From the entries below, please output exactly the lines starting at the one containing "const window = benchWindow.safeParse(request.window)" and ending at the one containing "if (error instanceof InputError)", both included.

***** DATASET RECORDS

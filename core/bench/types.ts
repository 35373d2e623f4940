import type { AbundanceResult, AssumptionGroup, CandidateInput, Fault, HistoryInput } from '../wire/index.ts'

/** What the Bench asks for: a history and a candidate, measured against a baseline history. */
export interface BenchRequest {
  history: HistoryInput
  /** The group's adopted baseline, or the history itself when there is none. */
  baseline: HistoryInput
  candidate: CandidateInput
  /** Temperatures drawn, GeV; hot above cold. */
  window: { hotGeV: number; coldGeV: number }
}

/** One curve against temperature, hot to cold; NaN where the quantity is not defined there. */
export interface Curve {
  temperatureGeV: Float64Array
  value: Float64Array
}

/** Effect of one group of assumptions on Ω_χh². */
export interface AssumptionFactor {
  group: AssumptionGroup
  /** Whether history and baseline differ in this group. */
  differs: boolean
  /** Ω_χh² of the baseline with this group alone taken from the history, over Ω_χh² of the baseline; null if not computable. */
  oneAtATime: number | null
  /** exp of the Shapley value of ln Ω_χh²: these factors' product is the whole ratio. Null if a mixed history is not computable. */
  attributed: number | null
}

/** A temperature with a name on the ember line. Higher importance is kept when labels would collide. */
export interface EpochMark {
  code:
    | 'electroweak-crossover'
    | 'qcd-crossover'
    | 'neutrino-decoupling'
    | 'electron-positron'
    | 'fluid-equality'
    | 'entropy-step'
    | 'matter-begins'
    | 'matter-ends'
    | 'maximum-temperature'
    | 'species-decoupling'
  label: string
  temperatureGeV: number
  importance: number
}

/** One line of "how this number comes about": a quantity, its value and unit, its formula and source. */
export interface Working {
  symbol: string
  name: string
  value: number
  unit: string
  formula: string
  source: string
}

export interface BenchReport {
  result: AbundanceResult
  /** Ω_χh² of the same candidate in the baseline. */
  baselineOmegaH2: number
  /** Ω_χh² at the two ends of the bath's own band; null for a treatment that has none. */
  band: { low: number; high: number; because: string } | null
  /** In the order of ASSUMPTION_GROUPS, always all of them. */
  factors: AssumptionFactor[]
  /** Codes and titles of every guard that applies to this mechanism, raised or not. */
  guardsLookedAt: { code: string; title: string }[]
  yieldCurve: Curve
  /** Y_eq of the candidate (freeze-out) or of the parent (freeze-in by decay). */
  equilibriumCurve: Curve
  equilibriumOf: 'candidate' | 'parent'
  baselineYieldCurve: Curve
  /** Γ/H: n_eq⟨σv⟩/H for freeze-out, Γ_B/H for decay of the parent. */
  rateOverHubbleCurve: Curve
  gRhoCurve: Curve
  gSCurve: Curve
  baselineGRhoCurve: Curve
  /** g_ρ of this history over that of the baseline. */
  gRhoRatioCurve: Curve
  /** Where the abundance is decided: freeze-out temperature, or peak of production. */
  mark: { kind: 'freeze-out' | 'production'; temperatureGeV: number } | null
  epochs: EpochMark[]
  /** Age of the universe at the powers of ten of temperature inside the window, for the axis beneath. */
  times: { temperatureGeV: number; timeS: number }[]
  workings: Working[]
}

/** What comes back from the worker: a report, or what was wrong with the input, or why it did not converge. */
export type BenchAnswer =
  | { status: 'done'; report: BenchReport }
  | { status: 'refused'; faults: readonly Fault[] }
  | { status: 'failed'; reason: string }
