/** Everything the Bench shows, in one answer. */
import { abundance } from '../abundance/abundance.ts'
import { guardsLookedAt } from '../abundance/guards/guard.ts'
import { mechanismOf } from '../abundance/mechanisms/mechanisms.ts'
import { ConvergenceError } from '../numerics/convergence.ts'
import { ages } from '../history/time.ts'
import { buildHistory } from '../history/thermalHistory.ts'
import type { ThermalHistory } from '../history/thermalHistory.ts'
import { attribute, differingGroups, withGroups } from '../sensitivity/attribution.ts'
import { z } from 'zod'
import { temperatureGeV } from '../wire/numbers.ts'
import { candidateInput } from '../wire/candidate.ts'
import type { CandidateInput } from '../wire/candidate.ts'
import type { AbundanceResult } from '../wire/compute.ts'
import { InputError, faultsOf } from '../wire/fault.ts'
import { ASSUMPTION_GROUPS, historyInput } from '../wire/history.ts'
import type { HistoryInput } from '../wire/history.ts'
import {
  effectiveNumberCurves,
  equilibriumCurve,
  rateOverHubbleCurve,
  temperatureGrid,
  yieldCurve,
} from './curves.ts'
import { epochsOf } from './epochs.ts'
import type { AssumptionFactor, BenchAnswer, BenchReport, BenchRequest } from './types.ts'
import { workingsOf } from './workings.ts'

const omegaH2Of = (history: HistoryInput, candidate: CandidateInput): number =>
  abundance(buildHistory(history), candidate).omegaH2

/** The factor of every group. A mixed history that cannot be computed leaves the attribution open, not the answer. */
function factorsOf(
  baseline: HistoryInput,
  history: HistoryInput,
  candidate: CandidateInput,
): AssumptionFactor[] {
  const differing = new Set(differingGroups(baseline, history))
  const reference = omegaH2Of(baseline, candidate)
  try {
    const { lnFactors, oneAtATime } = attribute(baseline, history, (mixed) => omegaH2Of(mixed, candidate))
    return ASSUMPTION_GROUPS.map((group) => ({
      group,
      differs: differing.has(group),
      oneAtATime: Math.exp(oneAtATime[group]),
      attributed: Math.exp(lnFactors[group]),
    }))
  } catch (error) {
    if (!isRefusal(error)) throw error
    return ASSUMPTION_GROUPS.map((group) => ({
      group,
      differs: differing.has(group),
      oneAtATime: differing.has(group) ? singleFactor(baseline, history, candidate, group, reference) : 1,
      attributed: differing.has(group) ? null : 1,
    }))
  }
}

function singleFactor(
  baseline: HistoryInput,
  history: HistoryInput,
  candidate: CandidateInput,
  group: AssumptionFactor['group'],
  reference: number,
): number | null {
  try {
    return omegaH2Of(withGroups(baseline, history, [group]), candidate) / reference
  } catch (error) {
    if (isRefusal(error)) return null
    throw error
  }
}

const isRefusal = (error: unknown): boolean =>
  error instanceof InputError || error instanceof ConvergenceError

/** Ω_χh² at both ends of the bath's own band. */
function bandOf(history: HistoryInput, candidate: CandidateInput): BenchReport['band'] {
  if (history.bath.treatment !== 'fit-2018') return null
  const ends = [-1, 1].map((band) =>
    omegaH2Of({ ...history, bath: { treatment: 'fit-2018', band } }, candidate),
  )
  return {
    low: Math.min(...ends),
    high: Math.max(...ends),
    because:
      'the bath moved between its two published whole determinations, the 2018 fit and the 2016 lattice table, and as far to the other side',
  }
}

function markOf(result: AbundanceResult): BenchReport['mark'] {
  if (result.freezeOutTemperatureGeV !== undefined)
    return { kind: 'freeze-out', temperatureGeV: result.freezeOutTemperatureGeV }
  if (result.productionTemperatureGeV !== undefined)
    return { kind: 'production', temperatureGeV: result.productionTemperatureGeV }
  return null
}

/** Ages at the powers of ten inside the window. */
function timesOf(history: ThermalHistory, { hotGeV, coldGeV }: BenchRequest['window']): BenchReport['times'] {
  const temperatures: number[] = []
  for (let decade = Math.floor(Math.log10(hotGeV)); decade >= Math.ceil(Math.log10(coldGeV)); decade--)
    temperatures.push(Number(`1e${decade}`))
  return ages(history, temperatures).map((timeS, i) => ({ temperatureGeV: temperatures[i]!, timeS }))
}

/** Temperatures a chart can be drawn between, GeV. */
const benchWindow = z
  .object({ hotGeV: temperatureGeV, coldGeV: temperatureGeV })
  .refine(({ hotGeV, coldGeV }) => hotGeV > coldGeV, { path: ['coldGeV'], message: 'allowed: below hotGeV' })

/** What is wrong with the baseline is said of the baseline. */
function asBaseline<T>(compute: () => T): T {
  try {
    return compute()
  } catch (error) {
    if (!(error instanceof InputError)) throw error
    throw new InputError(
      error.faults.map((fault) => ({ ...fault, path: fault.path.replace(/^history/, 'baseline') })),
    )
  }
}

/** The report for parsed inputs. @throws InputError, ConvergenceError */
export function benchReport({
  history: input,
  baseline: baselineInput,
  candidate,
  window,
}: BenchRequest): BenchReport {
  const history = buildHistory(input)
  const baseline = buildHistory(baselineInput)
  const result = abundance(history, candidate)
  const baselineOmegaH2 = asBaseline(() => abundance(baseline, candidate).omegaH2)
  const grid = temperatureGrid(window.hotGeV, window.coldGeV, [history, baseline])
  const numbers = effectiveNumberCurves(history, grid)
  const baselineNumbers = effectiveNumberCurves(baseline, grid)
  return {
    result,
    baselineOmegaH2,
    band: bandOf(input, candidate),
    factors: factorsOf(baselineInput, input, candidate),
    guardsLookedAt: guardsLookedAt(candidate.mechanism),
    yieldCurve: yieldCurve(history, candidate, grid),
    equilibriumCurve: equilibriumCurve(history, candidate, grid),
    equilibriumOf: mechanismOf(candidate).equilibrium(candidate).of,
    baselineYieldCurve: yieldCurve(baseline, candidate, grid),
    rateOverHubbleCurve: rateOverHubbleCurve(history, candidate, grid),
    gRhoCurve: numbers.gRho,
    gSCurve: numbers.gS,
    baselineGRhoCurve: baselineNumbers.gRho,
    gRhoRatioCurve: {
      temperatureGeV: grid,
      value: numbers.gRho.value.map((g, i) => g / baselineNumbers.gRho.value[i]!),
    },
    mark: markOf(result),
    epochs: epochsOf(input),
    times: timesOf(history, window),
    workings: workingsOf(history, candidate, result),
  }
}

/** Answers a request as it comes from a form: bad input comes back as faults with paths, never as an exception. */
export function benchAnswer(request: BenchRequest): BenchAnswer {
  if (typeof request !== 'object' || request === null)
    return {
      status: 'refused',
      faults: [{ path: '', message: 'allowed: an object with history, baseline, candidate and window' }],
    }
  const history = historyInput.safeParse(request.history)
  const candidate = candidateInput.safeParse(request.candidate)
  const baseline = historyInput.safeParse(request.baseline)
  const window = benchWindow.safeParse(request.window)
  const faults = [
    ...(history.success
      ? []
      : faultsOf(history.error, request.history).map((fault) => under('history', fault))),
    ...(candidate.success
      ? []
      : faultsOf(candidate.error, request.candidate).map((fault) => under('candidate', fault))),
    ...(baseline.success
      ? []
      : faultsOf(baseline.error, request.baseline).map((fault) => under('baseline', fault))),
    ...(window.success ? [] : faultsOf(window.error, request.window).map((fault) => under('window', fault))),
  ]
  if (!history.success || !candidate.success || !baseline.success || !window.success)
    return { status: 'refused', faults }
  try {
    const report = benchReport({
      history: history.data,
      baseline: baseline.data,
      candidate: candidate.data,
      window: window.data,
    })
    return { status: 'done', report }
  } catch (error) {
    if (error instanceof InputError) return { status: 'refused', faults: error.faults }
    if (error instanceof ConvergenceError) return { status: 'failed', reason: error.reason }
    throw error
  }
}

const under = <F extends { path: string }>(root: string, fault: F): F => ({
  ...fault,
  path: fault.path === '' ? root : `${root}.${fault.path}`,
})
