"""The slender mast in the outside library openseespy, timed: how long one case of 72 wind directions takes there.

Several ways of modelling are timed and all are shown, with the error of their guy tensions against the library's own extrapolated
answer.  To compare at the same accuracy: the quickest way within 0.1 % beside our coarsest mesh within 0.1 %, and the mesh that comes
nearest to our default one beside that.  Only the search for equilibrium is timed, not the putting on of
loads, and the library is given its quickest equation solver.  Every case starts from the still-air state, as ours does; started from
the neighbouring direction instead it needs one Newton step less, which is shown too.
"""

from __future__ import annotations

import time
from dataclasses import dataclass, replace
from typing import Any

import numpy as np
from numpy.typing import NDArray

from tests.benchmark.masts import slender_18m

ACCURACY = 1e-3
"""Of the greatest tension."""
REFERENCE_MESHES = (8, 16)


@dataclass(frozen=True)
class Way:
    """One way of modelling: beam elements a metre, bars in a cable (0: catenary elements), where each case starts."""

    per_metre: int
    bars: int
    from_still_air: bool
    milliseconds: float = float("nan")
    steps: float = float("nan")
    error: float = float("nan")


WAYS = (
    Way(1, 0, True), Way(1, 0, False), Way(2, 0, True), Way(1, 8, True), Way(1, 16, True), Way(2, 16, True), Way(8, 0, True),
)  # fmt: skip


def timed_ways(repeats: int = 3) -> tuple[str, list[Way]] | None:
    """Version of the library and every way with its figures; None where the library is absent."""
    try:
        import openseespy.opensees as ops
    except ImportError:
        return None
    from tests.reference_numbers.opensees_model import Model

    inputs = slender_18m()
    coarse, fine = (_tensions(Model(inputs, n), inputs) for n in REFERENCE_MESHES)
    best = fine + (fine - coarse) / 3.0
    ways = []
    for way in WAYS:
        runs = [_timed(way, inputs, Model, best) for _ in range(repeats)]
        ways.append(min(runs, key=lambda run: run.milliseconds))
    ops.wipe()
    return str(ops.version()), ways


def fastest(ways: list[Way], accuracy: float) -> Way:
    """The quickest way from still air with at most such an error, or else the most exact one."""
    exact = [w for w in ways if w.error <= accuracy and w.from_still_air]
    return min(exact, key=lambda w: w.milliseconds) if exact else min(ways, key=lambda w: w.error)


def _ends(model: Any) -> list[float]:
    return [c[k] for c in model.results()["cables"].values() for k in ("tension_to_end", "tension_from_end")]


def _tensions(model: Any, inputs: dict[str, Any]) -> NDArray[np.float64]:
    """(direction, cable end) tensions."""
    model.solve()
    model.remember_position()
    found = []
    for bearing in inputs["wind"]["directions_deg"]:
        model.solve(1.0, bearing)
        found.append(_ends(model))
    return np.array(found)


def _timed(way: Way, inputs: dict[str, Any], model_of: Any, best: NDArray[np.float64]) -> Way:
    model = model_of(inputs, way.per_metre, way.bars, system="ProfileSPD", cable_tolerance=1e-8, cable_substeps=4, step_tolerance=1e-8)
    model.solve()
    model.remember_position()
    spent, steps, found = 0.0, 0, []
    for bearing in inputs["wind"]["directions_deg"]:
        if way.from_still_air:
            model.solve()
        model.apply(1.0, bearing)
        began = time.process_time()
        steps += model.find()
        spent += time.process_time() - began
        found.append(_ends(model))
    cases = len(found)
    error = float(np.abs(np.array(found) - best).max() / best.max())
    return replace(way, milliseconds=1e3 * spent / cases, steps=steps / cases, error=error)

**********

RESPONSE AREA -
  const window = benchWindow.safeParse(request.window)
  const faults = [
    ...(history.success
      ? []
      : faultsOf(history.error, request.history).map((fault) => under('history', fault))),
    ...(candidate.success
      ? []
      : faultsOf(candidate.error, request.candidate).map((fault) => under('candidate', fault))),
    ...(baseline.success
      ? []
      : faultsOf(baseline.error, request.baseline).map((fault) => under('baseline', fault))),
    ...(window.success ? [] : faultsOf(window.error, request.window).map((fault) => under('window', fault))),
  ]
  if (!history.success || !candidate.success || !baseline.success || !window.success)
    return { status: 'refused', faults }
  try {
    const report = benchReport({
      history: history.data,
      baseline: baseline.data,
      candidate: candidate.data,
      window: window.data,
    })
    return { status: 'done', report }
  } catch (error) {
    if (error instanceof InputError) return { status: 'refused', faults: error.faults }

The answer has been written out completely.